Semiconductors

2D Materials Push Paper Electronics Towards the Internet of Things

Graphene and other 2D materials enable paper-based electronics to achieve the required gigahertz performance for the IoT and smart sensor applications

Graphene field effect transistors on polymer coated paper substrate
Graphene field effect transistors on polymer coated paper substrate
Image: Saungeun Park and Deji Akinwande/University of Texas-Austin

Paper-based electronics have primarily been limited to use in printed organic electronics. While this is promising for commodity applications such as packaging tags and toys, the speed of organic semiconductors is not suitable for most radio-frequency applications. Among the uses for which paper-based electronic devices have been heretofore unsuitable is connecting to the cloud over Bluetooth frequencies for the Internet of Things (IoT), smart sensors, and other smart applications.

Researchers at the University of Texas at Austin (UT-Austin) are reporting this week at the International Electron Devices Meeting that graphene and molybdenum disulfide (MoS2), with their extraordinary conductivity, can enable paper-based electronics to achieve the frequency required to make them fit for IoT and smart sensor applications. The researchers claim that this work represents the first time that high-performance two-dimensional (2D) transistors have been demonstrated on a paper substrate.

Despite the fact that paper has been shown to be applicable to printed organic electronics in the past, it has not traditionally been manufactured with electronics in mind. As a result, regular sheet of office paper is not well suited to high-performance transistor manufacturing.

To overcome this main issue, the UT-Austin researchers, led by Deji Akinwande, first had to address the roughness of the paper surface, which is detrimental to the flow of current.
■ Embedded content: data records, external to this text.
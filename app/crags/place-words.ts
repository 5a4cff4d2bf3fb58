import { type ConditionState, conditionShort } from './condition-state'

/** A crag's worst in a few words with its count: "2 points not to rely on", "3 suspect", "not looked at". */
export function formatWorst(counts: Record<ConditionState, number>): string {
  const plural = (count: number, one: string, many: string) => `${count} ${count === 1 ? one : many}`
  if (counts.severe > 0) return plural(counts.severe, 'point not to rely on', 'points not to rely on')
  if (counts.poor > 0) return `${counts.poor} suspect`
  if (counts.fair > 0) return `${counts.fair} minor`
  if (counts.good > 0 && counts.unknown === 0) return conditionShort.good.toLowerCase()
  return counts.good > 0 ? `${counts.unknown} not looked at` : 'not looked at'
}

/** "3 notices, 7 hazards", or what can be said without either. */
export function formatOpen(of: { notices: number; openHazards: number }): string {
  const count = (number: number, one: string) => (number === 1 ? `1 ${one}` : `${number} ${one}s`)
  const words = [
    of.notices > 0 ? count(of.notices, 'notice') : '',
    of.openHazards > 0 ? count(of.openHazards, 'hazard') : '',
  ].filter(Boolean)
  return words.length > 0 ? words.join(', ') : 'no hazard open'
}

/** "8 bolts and a lower-off". */
export function formatGear(kinds: readonly string[]): string {
  const bolts = kinds.filter(kind => kind === 'bolt').length
  const words = [
    bolts > 0 ? `${bolts} ${bolts === 1 ? 'bolt' : 'bolts'}` : '',
    kinds.includes('lower_off') ? 'a lower-off' : '',
    kinds.includes('abseil_station') ? 'an abseil station' : '',
    kinds.includes('belay_stake') ? 'a belay stake' : '',
    kinds.includes('stance') ? 'a stance' : '',
    kinds.includes('peg') ? 'pegs' : '',
    kinds.includes('thread') ? 'threads' : '',
  ].filter(Boolean)
  if (words.length === 0) return 'no fixed gear on record'
  return words.length === 1 ? words[0]! : `${words.slice(0, -1).join(', ')} and ${words.at(-1)}`
}
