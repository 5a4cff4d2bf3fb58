import type { ConditionState } from './condition-state'

/** A fixed point as the line draws it. */
export interface DrawnPoint {
  code: string
  name: string
  kind: string
  alongM: number
  assumed: boolean
  state: ConditionState
  what: string
  seen: string | null
  open: boolean
}
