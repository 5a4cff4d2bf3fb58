import { and, asc, eq, gt, inArray, isNull, or } from 'drizzle-orm'
import type { Queryable } from '~/db/client.server'
import { anchors, areas, climbAnchors, climbs, crags, ledges, pitches, sectors } from '~/db/schema/crags'
import { parts } from '~/db/schema/parts'
import type { Viewer } from '~/people/viewer'
import { type AnchorKind, type Below, formatPosition } from './anchor'
import type { ConditionState } from './condition-state'
import type { Material, PartKind } from './part'
import { visibleCrags } from './visible.server'

/** A fixed point as it stands on one climb, lowest first. */
export interface PlacedAnchor {
  climbId: string
  anchorId: string
  code: string
  kind: AnchorKind
  ordinal: number
  name: string
  alongM: number
  assumed: boolean
  below: Below
  state: ConditionState
  stateOn: string | null
  stateHow: string | null
  openHazards: number
  parts: { kind: PartKind; material: Material; sizeMm: number | null; fittedOn: string | null }[]
}

async function listPartsOf(db: Queryable, anchorIds: string[]) {
  const found = new Map<string, PlacedAnchor['parts']>()
  if (anchorIds.length === 0) return found
  const rows = await db
    .select({
      anchorId: parts.anchorId,
      kind: parts.kind,
      material: parts.material,
      sizeMm: parts.sizeMm,
      fittedOn: parts.fittedOn,
    })
    .from(parts)
    .where(and(inArray(parts.anchorId, anchorIds), isNull(parts.removedOn)))
    .orderBy(asc(parts.id))
  for (const { anchorId, ...part } of rows) found.set(anchorId, [...(found.get(anchorId) ?? []), part])
  return found
}

/** The fixed points in place on each of the climbs, lowest first, with the parts now at them. */
export async function listPlacedAnchors(
  db: Queryable,
  climbIds: string[],
  today: string,
): Promise<Map<string, PlacedAnchor[]>> {
  const found = new Map<string, PlacedAnchor[]>(climbIds.map(id => [id, []]))
  if (climbIds.length === 0) return found
  const rows = await db
    .select({
      climbId: climbAnchors.climbId,
      anchorId: anchors.id,
      code: anchors.code,
      kind: anchors.kind,
      ordinal: climbAnchors.ordinal,
      alongM: climbAnchors.alongM,
      assumed: climbAnchors.assumed,
      below: climbAnchors.below,
      state: anchors.state,
      stateOn: anchors.stateOn,
      stateHow: anchors.stateHow,
      openHazards: anchors.openHazards,
    })
    .from(climbAnchors)
    .innerJoin(anchors, eq(anchors.id, climbAnchors.anchorId))
    .where(
      and(
        inArray(climbAnchors.climbId, climbIds),
        eq(anchors.life, 'in_place'),
        or(isNull(climbAnchors.toOn), gt(climbAnchors.toOn, today)),
      ),
    )
    .orderBy(asc(climbAnchors.climbId), asc(climbAnchors.alongM))
  const fitted = await listPartsOf(db, [...new Set(rows.map(row => row.anchorId))])
  for (const row of rows)
    found.get(row.climbId)!.push({
      ...row,
      name: formatPosition(row.kind, row.ordinal),
      parts: fitted.get(row.anchorId) ?? [],
    })
  return found
}

const climbColumns = {
  id: climbs.id,
  code: climbs.code,
  name: climbs.name,
  grade: climbs.grade,
  traffic: climbs.traffic,
  ascentsYear: climbs.ascentsYear,
  worstState: climbs.worstState,
  openHazards: climbs.openHazards,
  notices: climbs.notices,
  retiredAt: climbs.retiredAt,
  lengthM: pitches.lengthM,
  pitchId: pitches.id,
  sectorId: sectors.id,
  sectorName: sectors.name,
  cragId: crags.id,
  cragCode: crags.code,
  cragName: crags.name,
  areaName: areas.name,
  areaCode: areas.code,
  timeZone: areas.timeZone,
}

function selectClimbs(db: Queryable) {
  return db
    .select(climbColumns)
    .from(climbs)
    .innerJoin(sectors, eq(sectors.id, climbs.sectorId))
    .innerJoin(crags, eq(crags.id, sectors.cragId))
    .innerJoin(areas, eq(areas.id, crags.areaId))
    .innerJoin(pitches, and(eq(pitches.climbId, climbs.id), eq(pitches.number, 1)))
}

/** The routes of a crag, sector by sector from the left, each with its line. */
export async function listClimbs(db: Queryable, viewer: Viewer, cragId: string, today: string) {
  const rows = await selectClimbs(db)
    .where(and(eq(crags.id, cragId), isNull(climbs.retiredAt), visibleCrags(viewer)))
    .orderBy(asc(sectors.ordinal), asc(climbs.ordinal))
    .limit(500)
  const placed = await listPlacedAnchors(
    db,
    rows.map(row => row.id),
    today,
  )
  return rows.map(row => ({ ...row, points: placed.get(row.id)! }))
}

/** The route of a code if the viewer may see it, with its line and ledges; else null. */
export async function findClimb(db: Queryable, viewer: Viewer, code: string, today: string) {
  const [row] = await selectClimbs(db)
    .where(and(eq(climbs.code, code), visibleCrags(viewer)))
    .limit(1)
  return row === undefined ? null : await withLine(db, row, today)
}

/** The route of an id with its line, whoever asks: for computations, never for a page. */
export async function findClimbById(db: Queryable, climbId: string, today: string) {
  const [row] = await selectClimbs(db).where(eq(climbs.id, climbId)).limit(1)
  return row === undefined ? null : await withLine(db, row, today)
}

async function withLine<Row extends { id: string; pitchId: string }>(db: Queryable, row: Row, today: string) {
  const placed = await listPlacedAnchors(db, [row.id], today)
  const onIt = await db
    .select({ atM: ledges.atM, below: ledges.below })
    .from(ledges)
    .where(eq(ledges.pitchId, row.pitchId))
    .orderBy(asc(ledges.atM))
  return { ...row, points: placed.get(row.id)!, ledges: onIt }
}
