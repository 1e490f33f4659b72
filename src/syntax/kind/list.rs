//! Lists: names, corners, shares, ladders.

use crate::diagnostic::Diagnostic;
use crate::number::Rational;

use crate::syntax::Node;
use crate::syntax::Value;
use crate::syntax::keys::Range;
use crate::syntax::kind::number;
use crate::syntax::kind::word;
use crate::syntax::kind::wrong_kind;
use crate::syntax::quoted;

/// Judges every value of a list.
pub(super) fn each(key: &str, node: &Node, judge: fn(&str, &Node) -> Vec<Diagnostic>) -> Vec<Diagnostic> {
    match node.list() {
        Some([]) => vec![empty(key, node)],
        Some(list) => list.iter().flat_map(|item| judge(key, item)).collect(),
        None => vec![wrong_kind(key, "a list", node).hint("write the values in square brackets")],
    }
}

pub(super) fn shares(key: &str, node: &Node) -> Vec<Diagnostic> {
    if number::is_numeric(node) { number::share(key, node) } else { each(key, node, number::share) }
}

pub(super) fn fillings(key: &str, node: &Node) -> Vec<Diagnostic> {
    each(key, node, number::filling)
}

/// Ladder steps by their number, from 1 at the outermost; each at most once.
pub(super) fn groups(key: &str, node: &Node) -> Vec<Diagnostic> {
    let mut found = each(key, node, |key, group| each(key, group, |key, step| number::count(1, key, step)));
    let steps = node.list().unwrap_or_default().iter().flat_map(|group| group.list().unwrap_or_default());
    let mut seen = Vec::new();
    for (step, number) in steps.filter_map(|step| Some((step, step.count()?))) {
        if seen.contains(&number) {
            let message = format!("{} holds step {number} twice", quoted(key));
            found.push(
                Diagnostic::fault("doubled-step", message).at(&step.place).hint("a step is in one group at most"),
            );
        }
        seen.push(number);
    }
    found
}

/// A named ladder or a list of fillings in rising order.
pub(super) fn ladder(words: &[&str], key: &str, node: &Node) -> Vec<Diagnostic> {
    let Value::List(list) = &node.value else { return word::one_of(words, key, node) };
    let found = fillings(key, node);
    if !found.is_empty() {
        return found;
    }
    let steps: Vec<Rational> = list.iter().filter_map(Node::exact).collect();
    match steps.windows(2).position(|pair| pair[0] >= pair[1]) {
        None => Vec::new(),
        Some(at) => {
            let message = format!("{} does not rise: {} stands before {}", quoted(key), steps[at], steps[at + 1]);
            let place = &list.get(at + 1).unwrap_or(node).place;
            vec![Diagnostic::fault("order", message).at(place).hint("write each filling once, the lowest first")]
        }
    }
}

pub(super) fn limits(key: &str, node: &Node) -> Vec<Diagnostic> {
    let Some([low, high]) = node.list() else {
        return vec![wrong_kind(key, "two numbers", node).hint("write the lower and the higher one: [-0.8, 0.2]")];
    };
    let found: Vec<Diagnostic> =
        [low, high].into_iter().flat_map(|item| number::number(Range::Any, key, item)).collect();
    if !found.is_empty() || low.number() < high.number() {
        return found;
    }
    vec![
        Diagnostic::fault("order", format!("{} does not rise", quoted(key)))
            .at(&node.place)
            .hint("write the lower one first"),
    ]
}

pub(super) fn name_pair(key: &str, node: &Node) -> Vec<Diagnostic> {
    match node.list() {
        Some([_, _]) => names(key, node),
        _ => vec![wrong_kind(key, "two names of contacts", node).hint("write them in a list: [\"1\", \"4\"]")],
    }
}

pub(super) fn name_list(key: &str, node: &Node) -> Vec<Diagnostic> {
    match node.list() {
        Some([_, _, ..]) => names(key, node),
        _ => vec![wrong_kind(key, "at least two names of contacts", node).hint("write them in a list: [\"2\", \"6\"]")],
    }
}

fn names(key: &str, node: &Node) -> Vec<Diagnostic> {
    let mut found = each(key, node, word::name);
    let list = node.list().unwrap_or_default();
    for (at, item) in list.iter().enumerate() {
        let Some(name) = item.text() else { continue };
        if list[..at].iter().any(|earlier| earlier.text() == Some(name)) {
            let message = format!("{} names {} twice", quoted(key), quoted(name));
            found.push(Diagnostic::fault("same-contact", message).at(&item.place).hint("name different contacts"));
        }
    }
    found
}

pub(super) fn corner(key: &str, node: &Node) -> Vec<Diagnostic> {
    match node.list() {
        Some([x, y]) => [x, y].into_iter().flat_map(|item| number::length(Range::Any, key, item)).collect(),
        _ => vec![wrong_kind(key, "corners [x, y]", node).hint("write two numbers in square brackets")],
    }
}

pub(super) fn outline(key: &str, node: &Node) -> Vec<Diagnostic> {
    match node.list() {
        Some([_, _, _, ..]) => each(key, node, corner),
        _ => {
            let wanted = "at least three corners";
            vec![wrong_kind(key, wanted, node).hint("write them in order: [[0, 0], [10, 0], [10, 5]]")]
        }
    }
}

fn empty(key: &str, node: &Node) -> Diagnostic {
    Diagnostic::fault("empty-list", format!("{} is an empty list", quoted(key)))
        .at(&node.place)
        .hint("write at least one value, or leave the key out")
}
Another obstacle that Akinwande and his colleague, Saungeun Park, needed to overcome was paper’s high absorption of water. This water absorption makes it impossible to put paper through standard electronic fabrication processes that involve water and chemicals.

Another challenge of working with paper was its propensity to go up in flames when exposed to high heat, which imposes constraints on the maximum processing and operating temperature.

“After much research, we addressed these problems with a singular solution which is basically a thin-film coating of polymer on top of the paper,” said Akinwande. “With this coating layer, the paper becomes very smooth, no longer absorbs water or chemicals, and the temperature capability is slightly improved which is sufficient for device fabrication.”

Paper is arguably the cheapest substrate for electronics, about 10-100 times cheaper than plastics and far cheaper than semiconductor substrates. However, graphene and molybdenum disulfide are still relatively expensive and represent the main cost bottleneck for the paper-based electronics.

While the price of graphene and other related 2D materials are expected to go down as manufacturing techniques improve, Akinwande concedes that these materials will never be as cheap as paper. “The paper-based 2D technology will likely be most suitable for applications where functionality and performance are more important than just cost alone,” he added.

Currently, the UT-Austin researchers have demonstrated high-speed but simple transistor devices. The next steps will be to realize complex circuits such as wireless radio systems on paper. Akinwande believes this will be an important advance towards practical system-level demonstrations that can advance the research from the lab towards commercialization.

In order for the technology to reach the level of commercialization, several fabrication techniques will need to be adopted in order to scale up to a roll-to-roll manufacturing process, according to Akinwande. This includes nano-imprint lithography for making small devices, in-line metrology for quality control, roll-to-roll growth of 2D materials and subsequent transfer onto plastics.

“All of these manufacturing processes are either mature or in advanced stages of R&D worldwide,” said Akinwande. “At UT-Austin, we in fact have a nanomanufacturing center (NASCENT) focused on the scale-up of novel nanotechnology such as flexible/paper electronics.”